The value of the services must be the market cost not the lost of
earnings of the service provider. (therefore, the fact that the [partner]
earns [$] is not relevant)
iii.
The principle applies where there is no obligation to remunerate the
carer
5. This final amount would be adjusted for the discount by 5% for present
value. (CLA s 14(2)(b))
Category B non-economic loss (general)
1. The CLA s 16(3) provides for a whole-person impairment threshold where the
maximum of $535000 for the most extreme case (CLA S 16(2)) and no
damages unless you have at least 15% of the most extreme cases (CLA S
16(3)). Courts would determine the severity to [plaintiffs] non-economic
loss as a percentage of the most extreme case. Applying this percentage to
the table on s 16, the courts can determine the proportion of the maximum
amount payable to [plaintiff]. Damages here would not be for the most
extreme cases as [plaintiff] is not at a level of say a quadriplegic.
(Southgate)
2. Pain and suffering would be defined as a subjective sensation of distress
and would give rise to damages as [reasoning eg. He is recently at risk of
depression]
3. Comparing his lifestyle before he [reasoning] compared to now, [plaintiff]
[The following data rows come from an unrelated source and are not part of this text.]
#!/usr/bin/env python3
"""The choice by weight of tests/golden/LAWS_DISCRETE.md, "categorical": all in integers."""

import math
from fractions import Fraction


def words_of_outcomes(weights):
    """How many of the 2^64 words each outcome has."""
    unit = Fraction(2) ** (math.frexp(max(weights))[1] - 1 - 94)
    whole = [math.floor(Fraction(w) / unit) for w in weights]
    total = sum(whole)
    running, before, counts = 0, 0, []
    for w in whole:
        running += w
        upto = 2 ** 64 * running // total
        counts.append(upto - before)
        before = upto
    return counts


def columns(weights):
    """(alias, threshold) of each column, and the words in a column."""
    n = len(weights)
    counts = words_of_outcomes(weights)
    size = 2 ** max(1, (n - 1).bit_length())
    full = 2 ** 64 // size
    if 2 ** 64 in counts:
        return [(counts.index(2 ** 64), 0)] * size, full
    counts += [0] * (size - n)
    table = [(j, 0) for j in range(size)]
    rich = 0
    for first in range(size):
        j = first
        while counts[j] < full:
            while counts[rich] <= full:
                rich += 1
            table[j] = rich, counts[j]
            counts[rich] -= full - counts[j]
            counts[j] = full
            if rich > first:
                break
            j = rich
    return table, full


def draw(weights, s):
    """The outcome, and whether it was a column's own."""
    table, full = columns(weights)
    own, rest = divmod(s(), full)
    alias, threshold = table[own]
    return (own, True) if rest < threshold else (alias, False)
clearly had suffered a loss of amenities.
4. Finally, [plaintiff] would also receive damages for loss of expectation of life.
This is however limited at $2000. (Sharman)
If necessary, mention remoteness and any defences that change the damages.
e.g. contributory negligence
in so far as [plaintiff] was found to be contributory negligent for [insert from case],
the overall damages would be apportioned between him/her and whoever is liable.
If necessary, mention remoteness and any defences that change the damages.
e.g. contributory negligence
in so far as [plaintiff] was found to be contributory negligent for [insert from case],
the overall damages would be apportioned between him/her and whoever is liable.